Кара-курт | страница 82
— Дорогой Балакеши, дорогие друзья, — закончив ужин, сказал Кайманов. — Много раз пограничники обращались к дауганцам еще в те времена, когда мы вместе строили дорогу. Теперь вот и я стал пограничником и вместе с нашим командованием обращаюсь к вам. В эту неделю по дауганской дороге будут идти особо важные колонны автомашин. Надо организовать усиленную охрану, выставить посты на самых ходовых тропах контрабандистов, не допустить, чтобы какая-нибудь сволочь сорвала переброску грузов. Начальник заставы лейтенант Дзюба расскажет вам, где и что надо будет сделать, надо, чтоб каждый верный человек пошел в наряд...
— Ай, Ёшка! — воскликнул Балакеши. — Зачем спрашиваешь? Все пойдем! Кто только может держать оружие, все будем на гулили...
ЧАСТЬ ВТОРАЯ
НА БЛИЖНИХ ПОДСТУПАХ
ГЛАВА 1. ПЕРЕД ЛИЧНЫМ СОСТАВОМ
Полковник Артамонов послал за Самохиным машину в Ашхабад, приказав немедленно следовать в расположение Дауганской комендатуры.
Утомленный дальней дорогой и непривычной жарой, Андрей занял место рядом с красавцем шофером в «эмке» начальника отряда, решив, что, едва прибудет на место назначения, тут же добьется отправки на фронт и спустя несколько дней поедет обратно уже в фронтовом эшелоне.
Разговор с лейтенантом госбезопасности Овсянниковым не слишком его озаботил, хотя приятного в нем было мало, оба закончили его с взаимным неудовольствием. Раздумывая о том, не повредит ли ему такая неудачная встреча с Белухиным, что он сам будет говорить полковнику, Андрей наблюдал разворачивающиеся перед ним картины южного города.
Всюду много народу. Истомленные зноем деревья, арыки, протянувшиеся вдоль улиц, темнолицые всадники в высоких бараньих папахах, важно восседающие на ишаках, лошадях и верблюдах, яркие одежды, огромные бродячие псы с вываленными от духоты языками, коротко обрезанными ушами — все было именно таким, каким и ожидал увидеть Андрей в знойном среднеазиатском городе. Вдоль улиц, на пустырях и в городских парках уже возникают палаточные городки. Сюда тоже стали прибывать с запада беженцы. Война пришла и в этот город вместе с эшелонами эвакуирующихся на восток заводов и комбинатов, вместе с тысячами обездоленных людей.

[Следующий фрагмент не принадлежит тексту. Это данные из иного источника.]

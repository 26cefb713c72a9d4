package methodfile

import (
	"errors"
	"fmt"
	"math"
	"path/filepath"
	"sort"
	"strconv"
	"strings"

	"github.com/rampwise/rampwise/model/andi"
	"github.com/rampwise/rampwise/model/peaktable"
)

// Run is one scouting injection: its oven program, any carrier settings
// that differ from the method's, and the measured retention times (and
// optionally half-height widths) by compound name, in minutes.
type Run struct {
	Name      string
	HoldupMin float64
	HasHoldup bool
	Oven      Oven
	Carrier   rawCarrier // overrides; nil fields keep the method's
	Retention map[string]float64
	Widths    map[string]float64
	Line      int // where the run starts in its file
	// File is the runs file the run was read from; keyLines the line of
	// each [run.retention_min] name in it (see NameWhere).
	File       string
	keyLines   map[string]int
	names      []string // retention keys in name order
	hasCarrier bool

	// From a data-system export (peaks = … or chromatogram = …): Source is
	// "peaks" or "chromatogram", SourceFile the path as resolved against the
	// runs file's folder. Peaks holds every peak of the run in time order,
	// named or not; the named ones are also in Retention (and Widths).
	// Trace is the detector signal of a chromatogram file.
	Source     string
	SourceFile string
	Peaks      []Peak
	Trace      *andi.Chromatogram
	// Found is true when the peaks were found in the trace (the file had
	// no peak table).
	Found bool
}

// Peak is one measured peak of a run from a data-system export. Times and
// widths in minutes (width at half height, 0 when not given).
type Peak struct {
	Name     string
	TimeMin  float64
	WidthMin float64
	Area     float64
	Height   float64
	Line     int // line in a peak table, 0 otherwise
}

// Unnamed are the indices in Peaks of the peaks without a name.
func (r *Run) Unnamed() []int {
	var out []int
	for i, p := range r.Peaks {
		if p.Name == "" {
			out = append(out, i)
		}
	}
	return out
}

// SetRetention records a measured retention time (and half-height width
// when > 0) under a compound name, as an assignment does.
func (r *Run) SetRetention(name string, tMin, wMin float64) {
	if _, ok := r.Retention[name]; !ok {
		r.names = append(r.names, name)
		sort.Strings(r.names)
	}
	r.Retention[name] = tMin
	if wMin > 0 {
		r.Widths[name] = wMin
	} else {
		delete(r.Widths, name)
	}
}

// DeleteRetention removes a compound's measured time and width.
func (r *Run) DeleteRetention(name string) {
	if _, ok := r.Retention[name]; !ok {
		return
	}
	delete(r.Retention, name)
	delete(r.Widths, name)
	for i, n := range r.names {
		if n == name {
			r.names = append(r.names[:i:i], r.names[i+1:]...)
			break
		}
	}
}

// CloneRuns copies a runs file deeply enough that assignments to the copy
// leave the original alone (traces are shared, they are never changed).
func (r *Runs) CloneRuns() *Runs {
	c := *r
	c.Runs = make([]Run, len(r.Runs))
	for i, x := range r.Runs {
		y := x
		y.Retention = map[string]float64{}
		for k, v := range x.Retention {
			y.Retention[k] = v
		}
		y.Widths = map[string]float64{}
		for k, v := range x.Widths {
			y.Widths[k] = v
		}
		y.names = append([]string(nil), x.names...)
		y.Peaks = append([]Peak(nil), x.Peaks...)
		y.Oven.Ramps = append([]Ramp(nil), x.Oven.Ramps...)
		c.Runs[i] = y
	}
	return &c
}

// NameWhere is where the run names compound name: "file:line" of its
// [run.retention_min] key, or of its peak-table row, or "" when unknown.
func (r *Run) NameWhere(name string) string {
	if n := r.keyLines[name]; n > 0 && r.File != "" {
		return fmt.Sprintf("%s:%d", r.File, n)
	}
	for _, p := range r.Peaks {
		if p.Name == name && p.Line > 0 && r.SourceFile != "" {
			return fmt.Sprintf("%s:%d", r.SourceFile, p.Line)
		}
	}
	return ""
}

// Names are the compounds measured in the run, sorted.
func (r *Run) Names() []string { return r.names }

// Runs is a scouting runs file.
type Runs struct {
	File string
	Runs []Run
	loc  Locations
}

// Line is the line of a key path in the runs file (0 when unknown).
func (r *Runs) Line(path string) int { return r.loc.Line(path) }

type rawRun struct {
	Name      *string            `toml:"name"`
	HoldupMin *float64           `toml:"holdup_min"`
	Oven      *rawOven           `toml:"oven"`
	Carrier   *rawCarrier        `toml:"carrier"`
	Retention map[string]float64 `toml:"retention_min"`
	Width     map[string]float64 `toml:"width_min"`
	Peaks     *string            `toml:"peaks"`
	Chrom     *string            `toml:"chromatogram"`
	Columns   *rawColumns        `toml:"columns"`
}

// rawColumns is [run.columns]: which peak-table columns hold what, by
// header text or 1-based number, and what the reader must not guess.
type rawColumns struct {
	Time      any     `toml:"time"`
	Name      any     `toml:"name"`
	Area      any     `toml:"area"`
	Height    any     `toml:"height"`
	Width     any     `toml:"width"`
	TimeUnit  *string `toml:"time_unit"`
	WidthKind *string `toml:"width_kind"`
	Separator *string `toml:"separator"`
	Decimal   *string `toml:"decimal"`
}

type rawRuns struct {
	Run []rawRun `toml:"run"`
}

// ReadRuns reads and validates a scouting runs file against the method
// (whose column limits the programs).
func ReadRuns(path string, m *Method) (*Runs, error) {
	data, err := readLimited(path)
	if err != nil {
		return nil, err
	}
	return ParseRuns(path, data, m)
}

// ParseRuns decodes a scouting runs file's contents.
func ParseRuns(name string, data []byte, m *Method) (*Runs, error) {
	var raw rawRuns
	loc, err := decodeStrict(name, data, &raw)
	if err != nil {
		return nil, err
	}
	v := &validator{file: name, loc: loc}
	out := &Runs{File: name, loc: loc}
	if len(raw.Run) == 0 {
		v.fail("run", "no [[run]] entries")
	}
	if len(raw.Run) > MaxRuns {
		v.fail(fmt.Sprintf("run[%d]", MaxRuns+1), "more than %d runs", MaxRuns)
		return nil, v.err
	}
	seen := map[string]int{}
	for i, rr := range raw.Run {
		base := fmt.Sprintf("run[%d]", i+1)
		r := Run{Line: loc.Line(base), Retention: map[string]float64{}, Widths: map[string]float64{}}
		r.Name = v.uniqueName(base, rr.Name, seen, i+1, "run")
		if rr.HoldupMin != nil {
			r.HoldupMin = v.num(base+".holdup_min", rr.HoldupMin, false, 0, positive(1000), "min")
			r.HasHoldup = true
		}
		// the run's program, checked with the method file's rules
		sub := &validator{file: name, loc: prefixed(loc, base+".")}
		tmp := &Method{Column: m.Column, Limits: m.Limits}
		if rr.Oven == nil {
			v.fail(base+".oven", "missing [run.oven] table")
		} else {
			sub.oven(&rawMethod{Oven: rr.Oven}, tmp)
			if sub.err != nil && v.err == nil {
				v.err = rebase(sub.err, base+".")
			}
			r.Oven = tmp.Oven
		}
		if rr.Carrier != nil {
			r.Carrier = *rr.Carrier
			r.hasCarrier = true
			csub := &validator{file: name, loc: prefixed(loc, base+".")}
			cm := &Method{}
			csub.carrier(&rawMethod{Carrier: overlayCarrier(carrierRaw(m.Carrier), rr.Carrier)}, cm)
			if csub.err == nil {
				csub.checkCarrier(cm)
			}
			if csub.err != nil && v.err == nil {
				v.err = rebase(csub.err, base+".")
			}
		}
		if v.err == nil {
			v.exportedPeaks(name, base, &rr, &r)
		}
		if len(rr.Retention) == 0 && r.Source == "" && v.err == nil {
			v.fail(base+".retention_min", "no measured retention times")
		}
		r.File = name
		r.keyLines = map[string]int{}
		for cname, t := range rr.Retention {
			key := base + ".retention_min." + cname
			r.keyLines[cname] = loc.Line(key)
			x := t
			tv := v.num(key, &x, true, 0, positive(10000), "min")
			if r.HasHoldup && v.err == nil && tv <= r.HoldupMin {
				v.fail(key, "retention time %s min is not after the run's holdup time %s min", fmtNum(tv), fmtNum(r.HoldupMin))
			}
			r.Retention[cname] = tv
			r.names = append(r.names, cname)
		}
		for cname, w := range rr.Width {
			key := base + ".width_min." + cname
			x := w
			r.Widths[cname] = v.num(key, &x, true, 0, positive(100), "min")
			if _, ok := rr.Retention[cname]; !ok && v.err == nil {
				v.fail(key, "a width for %s without its retention time", quoted(cname))
			}
		}
		sort.Strings(r.names)
		out.Runs = append(out.Runs, r)
	}
	if v.err != nil {
		return nil, v.err
	}
	return out, nil
}

// RunMethod is the method as it was for run r: its program and carrier.
func (m *Method) RunMethod(r *Run) *Method {
	c := m.Clone()
	c.Oven = r.Oven
	c.Oven.Ramps = append([]Ramp(nil), r.Oven.Ramps...)
	if r.hasCarrier {
		c.Carrier = mergeCarrier(m.Carrier, &r.Carrier)
	}
	return c
}

// mergeCarrier is base with the run's overrides o, checked by the method
// file's carrier rules (ParseRuns has already reported any error).
func mergeCarrier(base Carrier, o *rawCarrier) Carrier {
	v := &validator{loc: Locations{}}
	cm := &Method{}
	v.carrier(&rawMethod{Carrier: overlayCarrier(carrierRaw(base), o)}, cm)
	if v.checkCarrier(cm); v.err != nil {
		return base
	}
	return cm.Carrier
}

// overlayCarrier sets in r every key o gives.
func overlayCarrier(r, o *rawCarrier) *rawCarrier {
	if o.Gas != nil {
		r.Gas = o.Gas
	}
	if o.Mode != nil {
		r.Mode = o.Mode
	}
	if o.FlowMLMin != nil {
		r.FlowMLMin = o.FlowMLMin
	}
	if o.InletKPa != nil {
		r.InletKPa = o.InletKPa
	}
	if o.Outlet != nil {
		r.Outlet = o.Outlet
	}
	if o.AmbientKPa != nil {
		r.AmbientKPa = o.AmbientKPa
	}
	if o.InitialBand != nil {
		r.InitialBand = o.InitialBand
	}
	return r
}

func carrierRaw(c Carrier) *rawCarrier {
	r := &rawCarrier{Gas: ptr(c.Gas.String()), Mode: ptr(c.Mode.String()), Outlet: ptr(c.Outlet.String()), AmbientKPa: ptr(c.AmbientKPa), InitialBand: ptr(c.InitialBand)}
	if c.FlowMLMin > 0 {
		r.FlowMLMin = ptr(c.FlowMLMin)
	}
	if c.InletKPa > 0 {
		r.InletKPa = ptr(c.InletKPa)
	}
	return r
}

// prefixed views the locations of one array element as if it were the root.
func prefixed(l Locations, prefix string) Locations {
	out := Locations{}
	for k, v := range l {
		if strings.HasPrefix(k, prefix) {
			out[strings.TrimPrefix(k, prefix)] = v
		}
	}
	return out
}

func rebase(err error, prefix string) error {
	if fe, ok := err.(*Error); ok {
		c := *fe
		c.Key = prefix + c.Key
		return &c
	}
	return err
}

// columnRef reads one [run.columns] role: a header text or a 1-based
// column number.
func (v *validator) columnRef(path string, x any) string {
	switch c := x.(type) {
	case nil:
		return ""
	case string:
		if strings.TrimSpace(c) == "" {
			v.fail(path, "empty column name")
		}
		return c
	case int64:
		if c < 1 || c > 1000 {
			v.fail(path, "column number %d is out of range [1, 1000]", c)
		}
		return strconv.FormatInt(c, 10)
	}
	v.fail(path, "wrong type: expected a header in quotes or a column number, got %T", x)
	return ""
}

// exportedPeaks reads a run's peak table or chromatogram file, named
// relative to the runs file's folder.
func (v *validator) exportedPeaks(file, base string, rr *rawRun, r *Run) {
	if rr.Peaks != nil && rr.Chrom != nil {
		v.fail(base+".chromatogram", "give peaks or chromatogram, not both")
		return
	}
	if (rr.Peaks != nil || rr.Chrom != nil) && len(rr.Retention) > 0 {
		key := base + ".peaks"
		if rr.Chrom != nil {
			key = base + ".chromatogram"
		}
		v.fail(key, "give [run.retention_min] or a data-system export, not both")
		return
	}
	if rr.Columns != nil && rr.Peaks == nil {
		v.fail(base+".columns", "[run.columns] describes a peak table, but the run has no peaks = file")
		return
	}
	resolve := func(p string) string {
		if filepath.IsAbs(p) {
			return p
		}
		return filepath.Join(filepath.Dir(file), p)
	}
	var peaks []Peak
	var key string
	switch {
	case rr.Peaks != nil:
		key = base + ".peaks"
		if strings.TrimSpace(*rr.Peaks) == "" {
			v.fail(key, "empty file name")
			return
		}
		var cols peaktable.Columns
		if c := rr.Columns; c != nil {
			cb := base + ".columns."
			cols.Time = v.columnRef(cb+"time", c.Time)
			cols.Name = v.columnRef(cb+"name", c.Name)
			cols.Area = v.columnRef(cb+"area", c.Area)
			cols.Height = v.columnRef(cb+"height", c.Height)
			cols.Width = v.columnRef(cb+"width", c.Width)
			cols.TimeUnit = v.str(cb+"time_unit", c.TimeUnit, false, "", "min", "s")
			cols.WidthKind = v.str(cb+"width_kind", c.WidthKind, false, "", "half-height", "base", "sigma")
			cols.Separator = v.str(cb+"separator", c.Separator, false, "", ",", ";", "tab")
			cols.Decimal = v.str(cb+"decimal", c.Decimal, false, "", ".", ",")
			if v.err != nil {
				return
			}
		}
		r.Source, r.SourceFile = "peaks", resolve(*rr.Peaks)
		tab, err := peaktable.Read(r.SourceFile, cols)
		if err != nil {
			v.fail(key, "%v", err)
			return
		}
		for _, p := range tab.Peaks {
			peaks = append(peaks, Peak{Name: p.Name, TimeMin: p.TimeMin, WidthMin: p.WidthMin, Area: p.Area, Height: p.Height, Line: p.Line})
		}
	default:
		if rr.Chrom == nil {
			return
		}
		key = base + ".chromatogram"
		if strings.TrimSpace(*rr.Chrom) == "" {
			v.fail(key, "empty file name")
			return
		}
		r.Source, r.SourceFile = "chromatogram", resolve(*rr.Chrom)
		c, err := andi.Read(r.SourceFile)
		if err != nil {
			v.fail(key, "%v", err)
			return
		}
		r.Trace = c
		src := c.Peaks
		if src == nil {
			src = c.FindPeaks(andi.FindOptions{})
			r.Found = true
		}
		for _, p := range src {
			peaks = append(peaks, Peak{Name: p.Name, TimeMin: p.TimeMin, WidthMin: p.WidthMin, Area: p.Area, Height: p.Height})
		}
	}
	if len(peaks) == 0 {
		v.fail(key, "%s: no peaks", r.SourceFile)
		return
	}
	if len(peaks) > MaxCompounds*5 {
		v.fail(key, "%s: %d peaks, more than %d", r.SourceFile, len(peaks), MaxCompounds*5)
		return
	}
	sort.SliceStable(peaks, func(a, b int) bool { return peaks[a].TimeMin < peaks[b].TimeMin })
	at := func(p Peak) string {
		if p.Line > 0 {
			return fmt.Sprintf("%s:%d", r.SourceFile, p.Line)
		}
		return r.SourceFile
	}
	seen := map[string]Peak{}
	for _, p := range peaks {
		if !(p.TimeMin > 0) || p.TimeMin > 10000 || math.IsInf(p.TimeMin, 0) {
			v.fail(key, "%s: retention time %g min is out of range (0, 10000]", at(p), p.TimeMin)
			return
		}
		if p.Name == "" {
			continue
		}
		if q, dup := seen[p.Name]; dup {
			v.fail(key, "%s: %s named twice (also at %s min)", at(p), quoted(p.Name), fmtNum(q.TimeMin))
			return
		}
		seen[p.Name] = p
		if r.HasHoldup && p.TimeMin <= r.HoldupMin {
			v.fail(key, "%s: %s at %s min is not after the run's holdup time %s min", at(p), quoted(p.Name), fmtNum(p.TimeMin), fmtNum(r.HoldupMin))
			return
		}
		r.Retention[p.Name] = p.TimeMin
		r.names = append(r.names, p.Name)
		if p.WidthMin > 0 && p.WidthMin <= 100 {
			r.Widths[p.Name] = p.WidthMin
		}
	}
	r.Peaks = peaks
}

// ReadExportRun reads one peak table or chromatogram file (by its
// extension: .cdf or .nc is an AIA/ANDI chromatogram, anything else a peak
// table) as a run of the method's own program and carrier, named after the
// file.
func ReadExportRun(path string, m *Method, cols *rawColumns) (*Run, error) {
	v := &validator{file: path, loc: Locations{}}
	r := Run{Name: filepath.Base(path), Oven: m.Oven, Retention: map[string]float64{}, Widths: map[string]float64{}}
	r.Oven.Ramps = append([]Ramp(nil), m.Oven.Ramps...)
	base := filepath.Base(path)
	rr := rawRun{Columns: cols}
	switch strings.ToLower(filepath.Ext(path)) {
	case ".cdf", ".nc":
		rr.Chrom = &base
	default:
		rr.Peaks = &base
	}
	v.exportedPeaks(path, "run", &rr, &r)
	if v.err != nil {
		if fe, ok := v.err.(*Error); ok {
			msg := fe.Msg
			if !strings.HasPrefix(msg, path) {
				msg = path + ": " + msg
			}
			return nil, errors.New(msg)
		}
		return nil, v.err
	}
	sort.Strings(r.names)
	return &r, nil
}

// AddRun appends a run (a verification run joining the scouting runs),
// renaming it with a suffix when its name is taken.
func (r *Runs) AddRun(run Run) {
	name := run.Name
	for k := 2; ; k++ {
		taken := false
		for _, x := range r.Runs {
			if x.Name == name {
				taken = true
			}
		}
		if !taken {
			break
		}
		name = fmt.Sprintf("%s (%d)", run.Name, k)
	}
	run.Name = name
	r.Runs = append(r.Runs, run)
}
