func (v *validator) goal(r *rawMethod, m *Method) {
	g := r.Goal
	if g == nil {
		g = &rawGoal{}
	}
	m.Goal.MinResolution = v.opt("goal.min_resolution", g.MinResolution, false, 1.5)
	m.Goal.Objective = choice(v, "goal.objective", g.Objective, false, model.RunTime, model.ParseObjective)
	m.Goal.Ramps = min(max(len(m.Oven.Ramps), 1), 5)
	if g.Ramps != nil {
		m.Goal.Ramps = whole(*g.Ramps)
	}
	m.Goal.TailMin = v.opt("goal.tail_min", g.TailMin, false, 0.5)
	m.Goal.MinFirstK = v.opt("goal.min_first_k", g.MinFirstK, false, DefaultMinFirstK)
	if g.BakeoutC != nil {
		m.Goal.BakeoutC = *g.BakeoutC
		m.Goal.HasBakeout = true
	}
	if g.BakeoutMin != nil && g.BakeoutC == nil {
		v.fail("goal.bakeout_min", "given without goal.bakeout_c (the bake-out temperature)")
	}
	m.Goal.BakeoutMin = v.opt("goal.bakeout_min", g.BakeoutMin, false, 0)
	rb := g.Robust
	if rb == nil {
		rb = &rawRobust{}
	}
	m.Goal.Robust = Robust{
		OvenOffsetC:        v.opt("goal.robust.oven_offset_c", rb.OvenOffsetC, false, 0),
		FlowPct:            v.opt("goal.robust.flow_pct", rb.FlowPct, false, 0),
		EfficiencyPct:      v.opt("goal.robust.efficiency_pct", rb.EfficiencyPct, false, 0),
		RetentionSigma:     v.opt("goal.robust.retention_sigma", rb.RetentionSigma, false, 0),
		PriorDHkJ:          v.opt("goal.robust.prior_dH_kJ_mol", rb.PriorDHkJ, false, DefaultPriorDHkJ),
		PriorDS:            v.opt("goal.robust.prior_dS_J_mol_K", rb.PriorDS, false, DefaultPriorDS),
		RetentionTimeSDMin: v.opt("goal.robust.retention_time_sd_min", rb.RetentionTimeSD, false, DefaultRetentionTimeSDMin),
	}
	for _, name := range g.Lock {
		if strings.EqualFold(strings.TrimSpace(name), FlowLockName) {
			// the carrier flow (inlet pressure at constant pressure), which
			// the optimizer otherwise varies with the program
			m.Goal.Lock = append(m.Goal.Lock, model.ProgramValue{Kind: model.CarrierFlow})
			continue
		}
		pv, err := model.ParseProgramValue(name)
		if err != nil || !pv.Kind.InProgram() {
			v.fail("goal.lock", "%s is not a program value (use %s or %s)", quoted(name), model.ValueNames(model.ProgramValues(m.Goal.Ramps)), FlowLockName)
			break
		}
		m.Goal.Lock = append(m.Goal.Lock, pv)
	}
}

func (v *validator) injection(r *rawMethod, m *Method) {
	in := r.Injection
	if in == nil {
		return
	}
	m.Injection.Present = true
	m.Injection.VolumeUL = v.opt("injection.volume_ul", in.VolumeUL, false, 1.0)
	m.Injection.SplitRatio = v.opt("injection.split_ratio", in.SplitRatio, false, 0)
	if in.InletTempC != nil {
		m.Injection.InletTempC = *in.InletTempC
		m.Injection.HasInletTemp = true
	}
	if in.DetectorTempC != nil {
		m.Injection.DetectorTempC = *in.DetectorTempC
		m.Injection.HasDetector = true
	}
}

func (v *validator) compounds(r *rawMethod, m *Method) {
	if len(r.Compound) == 0 {
		v.fail("compound", "no [[compound]] entries (at least one is needed)")
		return
	}
	if len(r.Compound) > MaxCompounds {
		v.fail(fmt.Sprintf("compound[%d]", MaxCompounds+1), "more than %d compounds; split the method", MaxCompounds)
		return
	}
	for i, rc := range r.Compound {
		base := fmt.Sprintf("compound[%d]", i+1)
		var c Compound
		c.Name = strings.TrimSpace(v.str(base+".name", rc.Name, true, ""))
		if rc.AromaticRings != nil {
			c.AromaticRings = whole(*rc.AromaticRings)
		}
		if rc.Formula != nil {
			c.Formula = *rc.Formula
		}
		c.DCp = v.opt(base+".dCp_J_mol_K", rc.DCp, false, 0)
		c.RefTempC = v.opt(base+".ref_temp_c", rc.RefTempC, false, 100)
		c.Amount = v.opt(base+".amount", rc.Amount, false, 1)
		c.Target = true
		if rc.Target != nil {
			c.Target = *rc.Target
		}
		if rc.Concentration != nil {
			c.Concentration = *rc.Concentration
			c.HasConc = true
		}
		if rc.AlkaneCarbons != nil {
			c.AlkaneCarbons = whole(*rc.AlkaneCarbons)
			if c.AlkaneCarbons == 0 { // 0 would read as "not a ladder alkane"
				v.intIn(base+".alkane_carbons", 0, 1, 100)
			}
		}
		if rc.RetentionIndex != nil {
			c.RetentionIndex = *rc.RetentionIndex
		}
		if rc.IndexTempC != nil {
			c.IndexTempC = *rc.IndexTempC
			c.HasIndexTemp = true
		}
		if rc.DHSE != nil || rc.DSSE != nil || rc.DHDSCorr != nil {
			c.HasSE = true
			c.DHSE = v.opt(base+".dH_se_kJ_mol", rc.DHSE, true, 0)
			c.DSSE = v.opt(base+".dS_se_J_mol_K", rc.DSSE, true, 0)
			c.DHDSCorr = v.opt(base+".dH_dS_corr", rc.DHDSCorr, false, 0)
		}
		switch {
		case rc.DHkJ != nil || rc.DS != nil || (rc.RetentionIndex == nil && rc.Formula == nil):
			c.DHkJ = v.opt(base+".dH_kJ_mol", rc.DHkJ, true, -40)
			c.DS = v.opt(base+".dS_J_mol_K", rc.DS, true, -80)
		case rc.RetentionIndex != nil:
			c.FromIndex = true
		default:
			fromFormula(&c) // only a formula: a rough estimate (formulaestimate.go)
		}
		m.Compounds = append(m.Compounds, c)
	}
}

// deriveIndexed gives every compound known only by its retention index its
// dH, dS and dCp from the ladder.
func (v *validator) deriveIndexed(m *Method) {
	for i := range m.Compounds {
		if m.Compounds[i].FromIndex {
			if err := fromIndex(m, i); err != nil {
				v.fail(fmt.Sprintf("compound[%d].retention_index", i+1), "%v", err)
				return
			}
		}
	}
}

// ladderAlkanes are the compounds that are ladder alkanes with their own
// dH and dS, sorted by carbon number.
func ladderAlkanes(m *Method) []Compound {
	var out []Compound
	for _, c := range m.Compounds {
		if c.AlkaneCarbons > 0 && !c.FromIndex {
			out = append(out, c)
		}
	}
	sort.Slice(out, func(i, j int) bool { return out[i].AlkaneCarbons < out[j].AlkaneCarbons })
	return out
}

Пустыри застроены времянками. Тут и там убогие хибарки, сколоченные из старых досок от ящиков, сложенные из обломков самана, какой-то черепицы, листов железа. Местами — таборы, раскинувшиеся прямо под открытым небом, в скудной тени акаций и карагачей, под неким подобием навесов из одеял, простыней, кусков брезента. Всюду усталые, суровые, сосредоточенные лица. Но для Самохина, столько пережившего за последние несколько недель, даже эти пыльные, неуютные улицы, обсаженные истомленными зноем деревьями, свесившими, словно траурные флаги, пожухлые листья, эти палаточные городки, глинобитные времянки и таборы под открытым небом были мирными улицами, мирными таборами, без артиллерийских обстрелов и бомбежек...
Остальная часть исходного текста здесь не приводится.